• TRY IT:
Starting at the line below holding "const propNeeds = inp.propGeared" and stopping at the line holding "i0.value), supply.value.fullV, inp.propGearRatio);", print every line exactly, both ends included, and leave the rest out.

══ MATERIAL SHOWN

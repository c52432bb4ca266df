// Full-throttle operating points of one build on one supply, at full charge (when currents
// are highest, the safe side for every current rule). Cars and trucks go through gearing and
// road load; boats, multirotors and planes through a propeller in water or air.

import { AIR_DENSITY } from './constants';
import type { BuildInputs } from './build-inputs';
import { launchCurrent, loadedTopSpeed } from './ground-load';
import { known, lacking, missingOf, type Known } from './known';
import { motorParams } from './motor';
import { staticPropPoint, tipSpeed, unloadedPropRevPerS } from './propeller';
import { tractionLimit } from './road-load';
import { fullThrottleRun, type RunModel } from './run';
import type { Driveline, RoadVehicle } from './ground-load';
import type { MotorParams } from './motor';
import type { SupplyModel } from './supply';
import { mpsToKmh, radPerSToRpm } from './units';

export interface Operation {
  /** Per motor. */
  peakMotorA: Known;
  /** Per motor: the larger of the run's RMS current and the steady current. */
  continuousMotorA: Known;
  /** Per motor, at the loaded top speed (cars and trucks) or the static point (propellers). */
  steadyMotorA: Known;
  /** Per motor, over the full-throttle run (cars and trucks). */
  runRmsMotorA: Known;
  runAverageMotorA: Known;
  loadedTopSpeedKmh: Known;
  /** Motor rpm at the loaded top speed on nominal voltage, beside the speed quoted to a driver. */
  loadedRpm: Known;
  /** Motor rpm at the full-charge operating point, where the currents are judged (and charted). */
  loadedRpmFull: Known;
  /** All motors together. */
  thrustN: Known;
  /** Tip speed at the highest rpm the propeller can reach (unloaded, full charge): the one judged. */
  tipSpeedMps: Known;
  /** Tip speed at the static full-throttle point. */
  tipSpeedStaticMps: Known;
  propRpmStatic: Known;
  propRpmUnloaded: Known;
}

/** Names a figure the vehicle's kind does not have (thrust of a car, top speed of a plane). */
export const NOT_APPLICABLE = 'figure.notApplicable';

const isGround = (kind: string): boolean => kind === 'car' || kind === 'truck';

/** Everything a result lacks, so a technician can fill in all of it at once. */
function lackingAll(base: readonly Known<unknown>[], extra: readonly Known<unknown>[]): Known {
  return lacking(...missingOf(...base, ...extra));
}

const anyMissing = (ks: readonly Known<unknown>[]): boolean => ks.some((k) => k.value === null);

function allOf(k: Known, na: Known, ground: boolean): Operation {
  return {
    peakMotorA: k,
    continuousMotorA: k,
    steadyMotorA: k,
    runRmsMotorA: ground ? k : na,
    runAverageMotorA: ground ? k : na,
    loadedTopSpeedKmh: ground ? k : na,
    loadedRpm: k,
    loadedRpmFull: k,
    thrustN: ground ? na : k,
    tipSpeedMps: ground ? na : k,
    tipSpeedStaticMps: ground ? na : k,
    propRpmStatic: ground ? na : k,
    propRpmUnloaded: ground ? na : k,
  };
}

function runModelOf(inp: BuildInputs, m: MotorParams, voltageV: number, d: Driveline, road: RoadVehicle): RunModel {
  const { tractionCoefficient: mu, massKg } = inp;
  const tractionForceN = mu.value === null || massKg.value === null ? null : tractionLimit(mu.value, massKg.value) * inp.drivenShare;
  return { m, voltageV, d, road, tractionForceN };
}

/**
 * The full-throttle run of a car or truck on one supply, as the continuous current is judged on
 * it (full charge, the same loop resistance); null where an input it needs is missing.
 */
export function groundRunModel(inp: BuildInputs, supply: Known<SupplyModel>): RunModel | null {
  const { kind, kv, motorResistanceOhm: rm, noLoadCurrentA: i0, motorCount, finalDrive, tireDiameterMm, drivetrainEfficiency, massKg, dragAreaM2, rollingCoefficient } = inp;
  if (kind.value === null || !isGround(kind.value) || supply.value === null) return null;
  if (kv.value === null || rm.value === null || i0.value === null || motorCount.value === null) return null;
  if (finalDrive.value === null || tireDiameterMm.value === null || drivetrainEfficiency.value === null) return null;
  if (massKg.value === null || dragAreaM2.value === null || rollingCoefficient.value === null) return null;
  const n = motorCount.value;
  const m = motorParams(kv.value, rm.value + inp.controllerResistanceOhm + n * supply.value.modelResistanceOhm, i0.value);
  const d = { motorCount: n, finalDrive: finalDrive.value, tireDiameterMm: tireDiameterMm.value, efficiency: drivetrainEfficiency.value };
  const road = { massKg: massKg.value, dragAreaM2: dragAreaM2.value, rollingCoefficient: rollingCoefficient.value, airDensity: AIR_DENSITY };
  return runModelOf(inp, m, supply.value.fullV, d, road);
}

export function operate(inp: BuildInputs, supply: Known<SupplyModel>): Operation {
  const { kind, kv, motorResistanceOhm: rm, noLoadCurrentA: i0, motorCount } = inp;
  const base: Known<unknown>[] = [kind, supply, kv, rm, i0, motorCount];
  const notApplicable = lacking(NOT_APPLICABLE);
  if (kind.value === null) {
    const none = lackingAll(base, []);
    return allOf(none, none, true);
  }
  const ground = isGround(kind.value);
  const { finalDrive, tireDiameterMm, drivetrainEfficiency, massKg, tractionCoefficient, dragAreaM2, rollingCoefficient } = inp;
  const { propDiameterM, powerCoefficient, thrustCoefficient } = inp;
  // A geared propeller also needs the gearbox efficiency; direct drive does not.
  const propNeeds = inp.propGeared ? [propDiameterM, powerCoefficient, drivetrainEfficiency] : [propDiameterM, powerCoefficient];
  const peakNeeds = ground ? [finalDrive, tireDiameterMm, drivetrainEfficiency, massKg, tractionCoefficient] : propNeeds;
  const contNeeds = ground ? [finalDrive, tireDiameterMm, drivetrainEfficiency, massKg, dragAreaM2, rollingCoefficient] : peakNeeds;

  if (
    supply.value === null ||
    kv.value === null ||
    rm.value === null ||
    i0.value === null ||
    motorCount.value === null ||
    (anyMissing(peakNeeds) && anyMissing(contNeeds))
  ) {
    const peak = lackingAll(base, peakNeeds);
    const cont = lackingAll(base, contNeeds);
    const op = allOf(cont, notApplicable, ground);
    op.peakMotorA = peak;
    if (!ground) {
      op.thrustN = lackingAll(base, [...peakNeeds, thrustCoefficient]);
      op.tipSpeedMps = op.tipSpeedStaticMps = op.propRpmStatic = peak;
      op.propRpmUnloaded = lackingAll([kind, supply, kv, rm, i0, motorCount], [propDiameterM]);
      // The unloaded rpm needs no propeller coefficients, so its tip speed is judged without them.
      if (supply.value !== null && kv.value !== null && rm.value !== null && i0.value !== null && motorCount.value !== null && propDiameterM.value !== null) {
        const loopR = rm.value + inp.controllerResistanceOhm + motorCount.value * supply.value.modelResistanceOhm;
        const revPerS = unloadedPropRevPerS(motorParams(kv.value, loopR, i0.value), supply.value.fullV, inp.propGearRatio);
        op.propRpmUnloaded = known(revPerS * 60);
        op.tipSpeedMps = known(tipSpeed(revPerS, propDiameterM.value));
      }
    }
    return op;
  }
  const n = motorCount.value;
  // Each motor sees its own winding and controller, and the pack drop of all motors together.
  const loopR = rm.value + inp.controllerResistanceOhm + n * supply.value.modelResistanceOhm;
  const m = motorParams(kv.value, loopR, i0.value);
  const volts = supply.value.fullV;

  if (ground && finalDrive.value !== null && tireDiameterMm.value !== null && drivetrainEfficiency.value !== null) {
    const d = { motorCount: n, finalDrive: finalDrive.value, tireDiameterMm: tireDiameterMm.value, efficiency: drivetrainEfficiency.value };
    const op = allOf(lackingAll([], contNeeds), notApplicable, true);
    if (massKg.value !== null && dragAreaM2.value !== null && rollingCoefficient.value !== null) {
      const road = { massKg: massKg.value, dragAreaM2: dragAreaM2.value, rollingCoefficient: rollingCoefficient.value, airDensity: AIR_DENSITY };
      // The current is judged at full charge (the worst case); the speed a driver sees is
      // quoted at nominal voltage, like the theoretical speed beside it.
      const top = loadedTopSpeed(m, volts, d, road);
      const cruising = loadedTopSpeed(m, supply.value.nominalV, d, road);
      const run = fullThrottleRun(runModelOf(inp, m, volts, d, road), inp.runLengthS);
      op.steadyMotorA = known(top.currentA);
      op.runRmsMotorA = known(run.rmsCurrentA);
      op.runAverageMotorA = known(run.averageCurrentA);
      // What a pack and a controller carry on a real run is at least the steady current.
      op.continuousMotorA = known(Math.max(run.rmsCurrentA, top.currentA));
      op.loadedTopSpeedKmh = known(mpsToKmh(cruising.speedMps));
      op.loadedRpm = known(radPerSToRpm(cruising.omegaRadS));
      op.loadedRpmFull = known(radPerSToRpm(top.omegaRadS));
    }
    if (massKg.value !== null && tractionCoefficient.value !== null) {
      const launch = launchCurrent(m, volts, d, tractionCoefficient.value, massKg.value, inp.drivenShare);
      // Drag can ask for more at top speed than the tyres allow at launch; the peak is the larger.
      const cont = op.continuousMotorA.value;
      op.peakMotorA = known(cont === null ? launch : Math.max(launch, cont));
    } else {
      op.peakMotorA = lackingAll([], peakNeeds);
    }
    return op;
  }
  if (ground || propDiameterM.value === null || powerCoefficient.value === null) {
    // Unreachable in practice (the guard above covers it); kept so the types stay honest.
    return allOf(lackingAll([], peakNeeds), notApplicable, ground);
  }
  const ratio = inp.propGearRatio;
  const point = staticPropPoint(m, volts, {
    diameterM: propDiameterM.value,
    powerCoefficient: powerCoefficient.value,
    thrustCoefficient: thrustCoefficient.value,
    densityKgM3: inp.fluidDensity,
    gearRatio: ratio,
    gearEfficiency: inp.propGeared ? (drivetrainEfficiency.value ?? 1) : 1,
  });
  // Static current is the highest a propeller asks for, so it stands for both peak and continuous.
  const staticRpm = known(radPerSToRpm(point.omegaRadS));
  const unloadedRevPerS = unloadedPropRevPerS(m, volts, ratio);
  const current = known(point.currentA);
  return {
    peakMotorA: current,
    continuousMotorA: current,
    steadyMotorA: current,
    runRmsMotorA: notApplicable,
    runAverageMotorA: notApplicable,
    loadedTopSpeedKmh: notApplicable,
    loadedRpm: staticRpm,
    loadedRpmFull: staticRpm,
    thrustN: point.thrustN === null ? thrustCoefficient : known(n * point.thrustN),
    tipSpeedMps: known(tipSpeed(unloadedRevPerS, propDiameterM.value)),
    tipSpeedStaticMps: known(point.tipSpeedMps),
    propRpmStatic: known(point.revPerS * 60),
    propRpmUnloaded: known(unloadedRevPerS * 60),
  };
}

════

• ANSWER FOR THIS EXERCISE:
  const propNeeds = inp.propGeared ? [propDiameterM, powerCoefficient, drivetrainEfficiency] : [propDiameterM, powerCoefficient];
  const peakNeeds = ground ? [finalDrive, tireDiameterMm, drivetrainEfficiency, massKg, tractionCoefficient] : propNeeds;
  const contNeeds = ground ? [finalDrive, tireDiameterMm, drivetrainEfficiency, massKg, dragAreaM2, rollingCoefficient] : peakNeeds;

  if (
    supply.value === null ||
    kv.value === null ||
    rm.value === null ||
    i0.value === null ||
    motorCount.value === null ||
    (anyMissing(peakNeeds) && anyMissing(contNeeds))
  ) {
    const peak = lackingAll(base, peakNeeds);
    const cont = lackingAll(base, contNeeds);
    const op = allOf(cont, notApplicable, ground);
    op.peakMotorA = peak;
    if (!ground) {
      op.thrustN = lackingAll(base, [...peakNeeds, thrustCoefficient]);
      op.tipSpeedMps = op.tipSpeedStaticMps = op.propRpmStatic = peak;
      op.propRpmUnloaded = lackingAll([kind, supply, kv, rm, i0, motorCount], [propDiameterM]);
      // The unloaded rpm needs no propeller coefficients, so its tip speed is judged without them.
      if (supply.value !== null && kv.value !== null && rm.value !== null && i0.value !== null && motorCount.value !== null && propDiameterM.value !== null) {
        const loopR = rm.value + inp.controllerResistanceOhm + motorCount.value * supply.value.modelResistanceOhm;
        const revPerS = unloadedPropRevPerS(motorParams(kv.value, loopR, i0.value), supply.value.fullV, inp.propGearRatio);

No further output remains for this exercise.